Closed MordehayM closed 6 months ago

MordehayM commented 6 months ago

Hi, The paper states that the output shape of the sampler is H^2 x H^2, but it appears that is not the case in the code here: https://github.com/TzuchengChang/NASS/blob/ab98c434a5b51ff0ebfd7d3a97a9876135fa52dd/speechbrain/speechbrain/lobes/models/networks.py#L36

Thanks

TzuchengChang commented 6 months ago

Hi, The paper states that the output shape of the sampler is H^2 x H^2, but it appears that is not the case in the code here:

https://github.com/TzuchengChang/NASS/blob/ab98c434a5b51ff0ebfd7d3a97a9876135fa52dd/speechbrain/speechbrain/lobes/models/networks.py#L36

Thanks

This is a calculated result rather than something in the code. For a convolutional layer with a kernel size of H, the range of its convolution at each step covers a square area of H^2. As you can see, our code includes two convolutional layers, so the overall range of convolution would be H^2 * H^2. The output shape here refers to the representation, rather than the intermediate result.

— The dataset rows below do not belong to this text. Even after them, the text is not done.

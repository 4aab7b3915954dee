package main

import (
	"context"
	"errors"
	"flag"
	"net"
	"os"
	"strings"

	"github.com/fadeloop/fadeloop/service"
)

func init() {
	register(&command{
		order:   70,
		name:    "serve",
		summary: "serve the fadeloop gRPC API (the same server as fadeloopd)",
		usage:   "",
		details: `Serves ChannelService, SimulationService, LoopService, grpc.health.v1 and
server reflection on --listen, with the server of package service and the
flags of fadeloopd (validation, cost bound, admission control, logging, panic
recovery, Prometheus metrics on --metrics-listen). Every flag can also be set
by its FADELOOPD_* environment variable (--max-call-duration:
FADELOOPD_MAX_CALL_DURATION); a flag given here wins. Ctrl-C or SIGTERM
drains the server: health turns NOT_SERVING for --drain-notice, then new
calls are refused and calls in flight finish (up to --drain-timeout), then
it stops.

TLS: --tls-cert and --tls-key are the server's certificate and key; with
--client-ca as well, clients must present a certificate signed by that CA
(mutual TLS). --auth-token-file (or FADELOOPD_AUTH_TOKEN) requires a bearer
token on every call except health checks.

` + cautionHelp + `

Examples:
  fadeloop serve
  fadeloop serve --listen 0.0.0.0:8470 --tls-cert server.pem --tls-key server.key
  fadeloop serve --listen 127.0.0.1:0 --tls-cert s.pem --tls-key s.key --client-ca clients-ca.pem`,
		run: runServe,
	})
}

func runServe(e *env, fs *flag.FlagSet) action {
	// The flag set of fadeloopd (package service), with interactive
	// defaults: no metrics listener, text log. The global --tls-cert and
	// --tls-key are the server's certificate and key here.
	d := service.NewDaemonFlags()
	d.MetricsListen = ""
	d.LogFormat = "text"
	d.Register(fs)
	return func(ctx context.Context, rest []string) error {
		return serve(ctx, e, fs, d, rest)
	}
}

// serve runs the server of `fadeloop serve` until ctx ends.
func serve(ctx context.Context, e *env, fs *flag.FlagSet, d *service.DaemonFlags, rest []string) error {
	if len(rest) > 0 {
		return badInputf("unexpected arguments: %s", strings.Join(rest, " "))
	}
	if e.g.tls.CAFile != "" {
		return badInputf("--tls-ca names the CA of a server to call; the CA that client certificates must chain to is --client-ca")
	}
	if err := d.Resolve(fs, os.LookupEnv); err != nil {
		return badInput{err}
	}
	logger, err := d.Logger(e.stderr)
	if err != nil {
		return badInput{err}
	}
	cfg, err := d.Config(logger, os.LookupEnv)
	if err != nil {
		return badInput{err}
	}
	srv, err := service.NewServer(cfg)
	if err != nil {
		return badInput{err}
	}
	err = service.RunDaemon(ctx, context.Background(), srv, d.Options())
	var opErr *net.OpError
	if errors.As(err, &opErr) && opErr.Op == "listen" {
		return badInput{err}
	}
	return err
}
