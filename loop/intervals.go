package loop

import (
	"math"
	"sync"

	"gonum.org/v1/gonum/stat/distuv"
)

// tQuantile is the two-sided 95 % Student t quantile with dof degrees of
// freedom (gonum distuv).
func tQuantile(dof int) float64 {
	if dof <= 0 {
		return 0
	}
	tqMu.Lock()
	defer tqMu.Unlock()
	if q, ok := tqCache[dof]; ok {
		return q
	}
	q := distuv.StudentsT{Mu: 0, Sigma: 1, Nu: float64(dof)}.Quantile(0.975)
	if len(tqCache) < 4096 {
		tqCache[dof] = q
	}
	return q
}

// StudentT95 is the two-sided 95 % Student t quantile with dof degrees of
// freedom (gonum distuv, cached), 0 for dof <= 0: the quantile of every
// interval of the engines (loop and loop/multicell).
func StudentT95(dof int) float64 { return tQuantile(dof) }

// WilsonInterval is the Wilson score interval of a proportion p with n
// samples and quantile z (Wilson, J. Am. Stat. Assoc. 22, 1927), inside
// [0, 1]; (p, p) when n <= 0.
func WilsonInterval(p, n, z float64) (lo, hi float64) { return wilson(p, n, z) }

var (
	tqMu    sync.Mutex
	tqCache = map[int]float64{}
)

const z95 = 1.959963984540054

// wilson is the Wilson score interval of a proportion p with n samples and
// quantile z (Wilson, J. Am. Stat. Assoc. 22, 1927); always inside [0, 1]
// and always holding p (which the exact interval does; at p = 0 or 1 the
// rounding of c − h or c + h would otherwise leave it out by about 1e-20).
func wilson(p, n, z float64) (lo, hi float64) {
	if !(n > 0) {
		return p, p
	}
	z2 := z * z
	den := 1 + z2/n
	c := (p + z2/(2*n)) / den
	h := z * math.Sqrt(p*(1-p)/n+z2/(4*n*n)) / den
	return min(math.Max(0, c-h), p), max(math.Min(1, c+h), p)
}

// combined is one statistic of a set: value, standard error and its
// degrees of freedom.
type combined struct {
	v, se float64
	dof   int
	ok    bool
}

// combine is the statistic over replications: with one, its own value
// and batch-means standard error; with R > 1, the mean of the values, the
// standard error of that mean from their spread and R−1 degrees of freedom
// (the caller replaces the value by the pooled one where it has it).
func combine(vals []float64, ses []float64, dofs []int) combined {
	R := len(vals)
	if R == 0 {
		return combined{}
	}
	if R == 1 {
		return combined{v: vals[0], se: ses[0], dof: dofs[0], ok: true}
	}
	m := 0.0
	for _, x := range vals {
		m += x
	}
	m /= float64(R)
	v := 0.0
	for _, x := range vals {
		v += (x - m) * (x - m)
	}
	v /= float64(R - 1)
	return combined{v: m, se: math.Sqrt(v / float64(R)), dof: R - 1, ok: true}
}

// half is the t half-width (0 without spread).
func (c combined) half() float64 {
	h := tQuantile(c.dof) * c.se
	if c.dof == 0 || !(h >= 0) {
		return 0
	}
	return h
}

// estimate is value ± t·se (a quantity without limits).
func (c combined) estimate() Estimate {
	h := c.half()
	return Estimate{Value: c.v, CILow: c.v - h, CIHigh: c.v + h}
}

// within is value ± t·se clamped to the quantity's range [lo, hi].
func (c combined) within(lo, hi float64) Estimate {
	e := c.estimate()
	e.Value = min(max(e.Value, lo), hi)
	e.CILow = min(max(e.CILow, lo), e.Value)
	e.CIHigh = max(min(e.CIHigh, hi), e.Value)
	return e
}

// positive is the interval of a positive quantity on the log scale:
// value·exp(±t·se/value) (delta method), never below zero.
func (c combined) positive() Estimate {
	if !(c.v > 0) {
		return Estimate{Value: math.Max(c.v, 0), CILow: math.Max(c.v, 0), CIHigh: math.Max(c.v, 0)}
	}
	h := c.half() / c.v
	return Estimate{Value: c.v, CILow: c.v * math.Exp(-h), CIHigh: c.v * math.Exp(h)}
}

// proportion is the Wilson interval with n_eff = p(1−p)/se² (the sample
// size a binomial proportion with this standard error would have), capped
// at the samples, and the t quantile of the spread's degrees of freedom (z
// without spread). When the spread says nothing (p = 0 or 1, or equal
// values in every batch), n_eff is the independent samples indep (one per
// decorrelation time), not the correlated samples.
func (c combined) proportion(samples, indep float64) Estimate {
	nEff := math.Min(samples, indep)
	z := z95 // binomial on the independent samples: no variance estimated
	if c.se > 0 && c.v > 0 && c.v < 1 {
		nEff = math.Min(samples, c.v*(1-c.v)/(c.se*c.se))
		if c.dof > 0 {
			z = tQuantile(c.dof) // the variance comes from dof+1 values
		}
	}
	v := min(max(c.v, 0), 1)
	lo, hi := wilson(v, nEff, z)
	return Estimate{Value: v, CILow: min(lo, v), CIHigh: max(hi, v)}
}

// independentSamples bounds the independent samples among n user-slots
// (or n blocks of slotsEach slots) of a set of users over reps
// replications: one per decorrelation time, and at least one per user and
// replication (users' channels and replications are independent).
func (sh *shared) independentSamples(n int64, slotsEach float64, users, reps int) float64 {
	x := float64(n)
	if sh.decorrSlots > slotsEach {
		x *= slotsEach / sh.decorrSlots
	}
	return math.Min(float64(n), math.Max(x, float64(users*reps)))
}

MordehayM commented 6 months ago

So if I understood you correctly, the output shape of the sampler is not H^2 x H^2? I am confused because the paper states that this is the output shape of the sampler 🤔

TzuchengChang commented 6 months ago

So if I understood you correctly, the output shape of the sampler is not H^2 x H^2? I am confused because the paper states that this is the output shape of the sampler 🤔

Yes, you're right. The expression in the paper does indeed have a bit of ambiguity.

TzuchengChang commented 6 months ago

So if I understood you correctly, the output shape of the sampler is not H^2 x H^2? I am confused because the paper states that this is the output shape of the sampler 🤔

A more accurate expression would be that it should be equivalent to the shape that can be processed with each sampling.

MordehayM commented 6 months ago

Since your convolution layers are without padding and with unit stride, the output shape for tensor with shape [F, L] should be [F-H+1, L-H+1]. Then, you chose only K bins and passed them through the linear layers.